Apache Arrow 0.12.0 Release


Published 21 Jan 2019
By Wes McKinney (wesm)

The Apache Arrow team is pleased to announce the 0.12.0 release. This is the largest release yet in the project, covering 3 months of development work and includes 614 resolved issues from 77 distinct contributors.

See the Install Page to learn how to get the libraries for your platform. The complete changelog is also available.

It’s a huge release, but we’ll give some brief highlights and new from the project to help guide you to the parts of the project that may be of interest.

New committers and PMC member

The Arrow team is growing! Since the 0.11.0 release we have added 3 new committers:

We also pleased to announce that Krisztián Szűcs has been promoted from committer to PMC (Project Management Committee) member.

Thank you for all your contributions!

Code donations

Since the last release, we have received 3 code donations into the Apache project.

We are excited to continue to grow the Apache Arrow development community.

Combined project-level documentation

Since the last release, we have merged the Python and C++ documentation to create a combined project-wide documentation site: https://arrow.apache.org/docs. There is now some prose documentation about many parts of the C++ library. We intend to keep adding documentation for other parts of Apache Arrow to this site.

Packages

We start providing the official APT and Yum repositories for C++ and GLib (C). See the install document for details.

C++ notes

Much of the C++ development work the last 3 months concerned internal code refactoring and performance improvements. Some user-visible highlights of note:

  • Experimental support for in-memory sparse tensors (or ndarrays), with support for zero-copy IPC
  • Support for building on Alpine Linux
  • Significantly improved hash table utilities, with improved hash table performance in many parts of the library
  • IO library improvements for both read and write buffering
  • A fast trie implementation for string searching
  • Many improvements to the parallel CSV reader in performance and features. See the changelog

Since the LLVM-based Gandiva expression compiler was donated to Apache Arrow during the last release cycle, development there has been moving along. We expect to have Windows support for Gandiva and to ship this in downstream packages (like Python) in the 0.13 release time frame.

Go notes

The Arrow Go development team has been expanding. The Go library has gained support for many missing features from the columnar format as well as semantic constructs like chunked arrays and tables that are used heavily in the C++ project.

GLib and Ruby notes

Development of the GLib-based C bindings and corresponding Ruby interfaces have advanced in lock-step with the C++, Python, and R libraries. In this release, there are many new features in C and Ruby:

  • Compressed file read/write support
  • Support for using the C++ parallel CSV reader
  • Feather file support
  • Gandiva bindings
  • Plasma bindings

Python notes

We fixed a ton of bugs and made many improvements throughout the Python project. Some highlights from the Python side include:

  • Python 3.7 support: wheels and conda packages are now available for Python 3.7
  • Substantially improved memory use when converting strings types to pandas format, including when reading Parquet files. Parquet users should notice significantly lower memory use in common use cases
  • Support for reading and writing compressed files, can be used for CSV files, IPC, or any other form of IO
  • The new pyarrow.input_stream and pyarrow.output_stream functions support read and write buffering. This is analogous to BufferedIOBase from the Python standard library, but the internals are implemented natively in C++.
  • Gandiva (LLVM expression compiler) bindings, though not yet available in pip/conda yet. Look for this in 0.13.0.
  • Many improvements to Arrow CUDA integration, including interoperability with Numba

R notes

The R library made huge progress in 0.12, with work led by new committer Romain Francois. The R project’s features are not far behind the Python library, and we are hoping to be able to make the R library available to CRAN users for use with Apache Spark or for reading and writing Parquet files over the next quarter.

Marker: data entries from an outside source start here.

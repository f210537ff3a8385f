"""Where things stand in a drawing: the scales, and labels that keep apart."""

from __future__ import annotations

from collections.abc import Sequence
from dataclasses import dataclass

__all__ = ["Box", "Frame", "place_label", "text_width"]

_NARROW, _WIDE = set("iljtfrI.,;:'|!()[] "), set("mwMWGOQ@%—")


@dataclass(frozen=True)
class Box:
    """A rectangle; y grows downward."""

    left: float
    top: float
    right: float
    bottom: float

    def shared(self, other: Box) -> float:
        """The area that both cover."""
        wide = min(self.right, other.right) - max(self.left, other.left)
        high = min(self.bottom, other.bottom) - max(self.top, other.top)
        return wide * high if wide > 0.0 and high > 0.0 else 0.0


@dataclass(frozen=True)
class Frame:
    """The field of a plot with its two scales."""

    x_low: float
    x_high: float
    y_low: float
    y_high: float
    x_ticks: tuple[tuple[float, str], ...]
    y_ticks: tuple[float, ...]
    box: Box

    def across(self, x: float) -> float:
        return self.box.left + (x - self.x_low) / (self.x_high - self.x_low) * (self.box.right - self.box.left)

    def down(self, y: float) -> float:
        return self.box.bottom - (y - self.y_low) / (self.y_high - self.y_low) * (self.box.bottom - self.box.top)


def text_width(text: str, size: float) -> float:
    """About how wide a text is, in a usual sans-serif letter; rather too wide than too narrow."""
    return size * sum(0.34 if c in _NARROW else 0.9 if c in _WIDE else 1.05 if ord(c) > 0x2E80 else 0.6 for c in text)


def place_label(x: float, y: float, text: str, size: float, taken: Sequence[Box], field: Box) -> Box:
    """The place beside a point where a text covers least of what is taken and of the world outside the field."""
    wide, high = text_width(text, size), size + 4.0

    places = _places(x, y, wide, high)
    reach = Box(min(p.left for p in places), min(p.top for p in places), max(p.right for p in places),
                max(p.bottom for p in places))  # fmt: skip
    near = [box for box in taken if reach.shared(box)]

    def cost(box: Box) -> float:
        inside = Box(max(box.left, field.left), max(box.top, field.top), min(box.right, field.right),
                     min(box.bottom, field.bottom))  # fmt: skip
        outside = wide * high - box.shared(inside)
        return sum(box.shared(other) for other in near) + 2.0 * outside

    return min(places, key=cost)  # the first of equals: where readers look first


def _places(x: float, y: float, wide: float, high: float) -> list[Box]:
    """Right, left, above, below and the corners, near the point and then farther off."""
    places = []
    for gap in (8.0, 16.0, 28.0):
        rights, lefts, middles = x + gap, x - gap - wide, x - wide / 2.0
        ups, downs, level = y - gap - high, y + gap, y - high / 2.0
        places += [(rights, level), (rights, ups), (middles, ups), (middles, downs), (lefts, level), (lefts, ups),
                   (rights, downs), (lefts, downs)]  # fmt: skip
    return [Box(left, top, left + wide, top + high) for left, top in places]
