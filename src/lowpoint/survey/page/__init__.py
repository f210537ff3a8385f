"""A survey as one self-contained page for a browser, a phone or paper."""

from __future__ import annotations

from lowpoint.survey.page.writing import page_text, write_page

__all__ = ["page_text", "write_page"]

Users of the feather R library will see significant speed increases in many cases when reading Feather files with the new Arrow R library.

Rust notes

Rust development had an active last 3 months; see the changelog for details.

A native Rust implementation was just donated to the project, and the community intends to provide a similar level of functionality for reading and writing Parquet files using the Arrow in-memory columnar format as an intermediary.

Upcoming Roadmap, Outlook for 2019

Apache Arrow has become a large, diverse open source project. It is now being used in dozens of downstream open source and commercial projects. Work will be proceeding in many areas in 2019:

  • Development of in-memory query execution engines (e.g. in C++, Rust)
  • Expanded support for reading and writing the Apache Parquet format, and other common data formats like Apache Avro, CSV, JSON, and Apache ORC.
  • New Flight RPC system for fast messaging of Arrow datasets
  • Expanded support in existing programming languages
  • New programming language bindings or native implementations

It promises to be an exciting 2019. We look forward to having you involved in the development community.